The body of the function is written as C++ code. When the .asyc file is processed, this C++ code is copied verbatim into an actual C++ function providing the implementation. However, the actual body of the resultant C++ function may contain code other than the body provided by the user. This auxillary code could include instruction to retrieve the arguments of the function from their representation in the Asymptote virtual machine and bind them to local variables with their C++ names. It could also include initialization and finalization code for the function.
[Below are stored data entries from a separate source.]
/// `--by` a column that is not an input: each group's rows add up to the file, and a
/// group's error and Wilson interval are those of its own rows.
#[test]
fn errors_by_group_split_the_rows_and_measure_each_group() {
    let dir = tmp();
    split_demo(dir.path());
    train_demo(dir.path(), &[]);
    let (so, _) = expect_code(
        &copse_in(
            dir.path(),
            &[
                "evaluate",
                "--model",
                "m.copse",
                "--data",
                "held_out.csv",
                "--json",
                "--by",
                "district",
            ],
            None,
        ),
        0,
    );
    let j = json_of(&so);
    let groups = j["groups"]["groups"].as_array().expect("groups");
    let names: Vec<&str> = groups
        .iter()
        .map(|g| g["group"].as_str().unwrap_or(""))
        .collect();
    assert_eq!(names, ["d0", "d1", "d2"]);
    assert_eq!(groups.iter().map(|g| u(&g["rows"])).sum::<usize>(), 600);
    // Group d1 by hand: rows 1, 4, 7, ... of the file, predicted class = the more
    // probable one (ties to the first class, 'no').
    let (scores, positive) = library_scores(dir.path(), "held_out.csv");
    let (mut rows, mut wrong) = (0, 0);
    for i in (1..600).step_by(3) {
        rows += 1;
        let called_yes = scores[i] > 0.5;
        wrong += usize::from(called_yes != positive[i]);
    }
    let e = &groups[1]["figures"]["error"];
    assert!((f(&e["value"]) - wrong as f64 / rows as f64).abs() < 1e-12);
    let w = wilson(wrong, rows).expect("rows");
    assert!((f(&e["interval"]["low"]) - w.low).abs() < 1e-12);

    let (text, _) = expect_code(
        &copse_in(
            dir.path(),
            &[
                "evaluate",
                "--model",
                "m.copse",
                "--data",
                "held_out.csv",
                "--by",
                "material",
            ],
            None,
        ),
        0,
    );
    assert!(
        text.contains("ERRORS BY GROUP (column 'material')"),
        "{text}"
    );
    for bad in [
        &["--by", "segment_id"][..],
        &["--by", "nowhere"],
        &["--positive", "maybe"],
    ] {
        let mut args = vec!["evaluate", "--model", "m.copse", "--data", "held_out.csv"];
        args.extend_from_slice(bad);
        expect_code(&copse_in(dir.path(), &args, None), 2);
    }
}

/// The training report on out-of-bag scores: the decision sections and keys, a
/// balanced model says its probabilities were shifted back to the training shares,
/// and with more than two classes only the parts that apply (or one class against
/// the rest with `--positive`).
#[test]
fn train_reports_decisions_on_out_of_bag_scores() {
    let dir = tmp();
    split_demo(dir.path());
    let j = json_of(&train_demo(dir.path(), &["--json", "--budget", "25"]));
    assert_eq!(j["decision"]["scores"], "out-of-bag");
    assert_eq!(
        u(&j["decision"]["positives"]),
        u(&j["data"]["class_counts"][1])
    );
    assert!((f(&j["headline_figures"]["error"]["value"]) - f(&j["oob"]["error"])).abs() < 1e-12);
    assert_eq!(j["probabilities_shifted"], false);
    let text = train_demo(dir.path(), &["--balanced"]);
    for head in [
        "READ FIRST",
        "CATCH BY RANK",
        "AT A CUT-OFF OF 0.5",
        "DO THE PROBABILITIES",
    ] {
        assert!(text.contains(head), "{head}\n{text}");
    }
    assert!(
        text.contains("shifted back to the training class shares"),
        "{text}"
    );

    let iris = repo("tests/data/iris.csv");
    let iris = iris.to_str().expect("utf-8");
    let args = [
        "train", "--data", iris, "--target", "species", "--out", "i.copse", "--trees", "60",
        "--json",
    ];
    let j = json_of(&expect_code(&copse_in(dir.path(), &args, None), 0).0);
    assert!(j["decision"].is_null());
    assert_eq!(
        j["headline_figures"]["wrong_within_class"]
            .as_array()
            .map(Vec::len),
        Some(3)
    );
    let mut with_positive = args.to_vec();
    with_positive.extend(["--positive", "virginica"]);
    let j = json_of(&expect_code(&copse_in(dir.path(), &with_positive, None), 0).0);
    assert_eq!(j["decision"]["positive_class"], "virginica");
    assert_eq!(u(&j["decision"]["positives"]), 50);
}

/// Wrong conclusion 3 in the reports: a 0/1 target is read as two classes, and the
/// first block of the training and evaluation reports says so (JSON `model_notes`).
#[test]
fn the_first_block_prints_the_model_notes() {
    let dir = tmp();
    let mut csv = String::from("x,z,y\n");
    for i in 0..80 {
        csv.push_str(&format!("{i},{},{}\n", (i * 7) % 11, u8::from(i % 4 == 0)));
    }
    std::fs::write(dir.path().join("codes.csv"), csv).expect("written");
    let args = [
        "train",
        "--data",
        "codes.csv",
        "--target",
        "y",
        "--out",
        "c.copse",
        "--trees",
        "30",
    ];
    let text = expect_code(&copse_in(dir.path(), &args, None), 0).0;
    let first = text.split("\n\n").nth(1).unwrap_or("");
    let words = first.split_whitespace().collect::<Vec<_>>().join(" ");
    assert!(
        words.starts_with("READ FIRST") && words.contains("two classes"),
        "{text}"
    );
    let (so, _) = expect_code(
        &copse_in(
            dir.path(),
            &[
                "evaluate",
                "--model",
                "c.copse",
                "--data",
                "codes.csv",
                "--json",
            ],
            None,
        ),
        0,
    );
    let notes = json_of(&so)["model_notes"].to_string();
    assert!(notes.contains("two classes"), "{notes}");
}

/// Importance for classes leads with the rise in Brier score, the misclassification
/// rise beside it; the chart does the same.
#[test]
fn class_importance_leads_with_the_brier_rise() {
    let dir = tmp();
    split_demo(dir.path());
    train_demo(dir.path(), &[]);
    let args = [
        "importance",
        "--model",
        "m.copse",
        "--data",
        "held_out.csv",
        "--repeats",
        "3",
    ];
    let (text, _) = expect_code(
        &copse_in(
            dir.path(),
            &[&args[..], &["--plot", "imp.svg"]].concat(),
            None,
        ),
        0,
    );
    let brier = text.find("Brier rise").expect("a Brier column");
    let misclass = text
        .find("misclass rise")
        .expect("the misclassification beside it");
    let later = text
        .find("The same inputs by the rise in misclassification")
        .expect("the tests");
    assert!(brier < misclass && misclass < later, "{text}");
    let svg = std::fs::read_to_string(dir.path().join("imp.svg")).expect("chart");
    assert!(svg.contains("rise in Brier score") && svg.contains("rise in misclassification"));
    let j = json_of(
        &expect_code(
            &copse_in(dir.path(), &[&args[..], &["--json"]].concat(), None),
            0,
        )
        .0,
    );
    assert_eq!(j["importance_leading_measure"], "brier");
}

/// The heading of the page's effect curves, which the printed report does not have.
const EFFECTS: &str = "HOW THE PREDICTIONS MOVE WITH THE TOP INPUTS";
/// The heading of the page's contribution ranking, which the printed report does not
/// have either.
pub(super) const CONTRIBUTIONS: &str = "HOW FAR EACH INPUT MOVES A PREDICTION";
In writing code for the function body, one can be assured that all function arguments with C++ names have been bound and are therefore usable in the code. Since all parameters must have Asymptote types that map to C++ types, the types of the paramaters in the body have the type resulting from that mapping.

The return keyword can be used to return the result of the function (or without an expression, if the return type was declared as void). The Asymptote return type must map to a C++ type, and the expression given in the return statement will be implicitly cast to that type.

Since the implementation will likely not use an actual return statement to return the value of the function back to the Asymptote virtual machine, the interpreter of the .asyc file may walk through the code converting return expressions into a special format in the actual implementation of the function.

Opaque Type Declarations

There are a number of mappings between Asymptote and C++ types builtin to the facility. For instance int maps to asy::Int and real to asy::real. Users, however, may want to reference other C++ objects in Asymptote code. This done though opaque type declarations.

An opaque type declaration is given by an optional permission modifier, the keyword asytype, a C++ type, and an Asymptote identifier; in that order.

// Examples
asytype char char;
public asytype const std::list<asy::Int> *intList;
private asytype const struct dirert *entry_t;

This declaration mapping the Asymptote identifier to the C++ type within the module. The permission of the Asymptote type is given by the permission modifier (or public if the modifier is omitted). The type is opaque, in that none of its internal structure is revealed in the Asymptote code. Like any other type, however, objects of this new type can be returned from functions, given as an arguments to functions, and stored in variables, structures and arrays.

In many cases, such as the directory listing example at the start, it will be practical to declare the type as private, and use an Asymptote structure as a wrapper hiding the C++ implementation.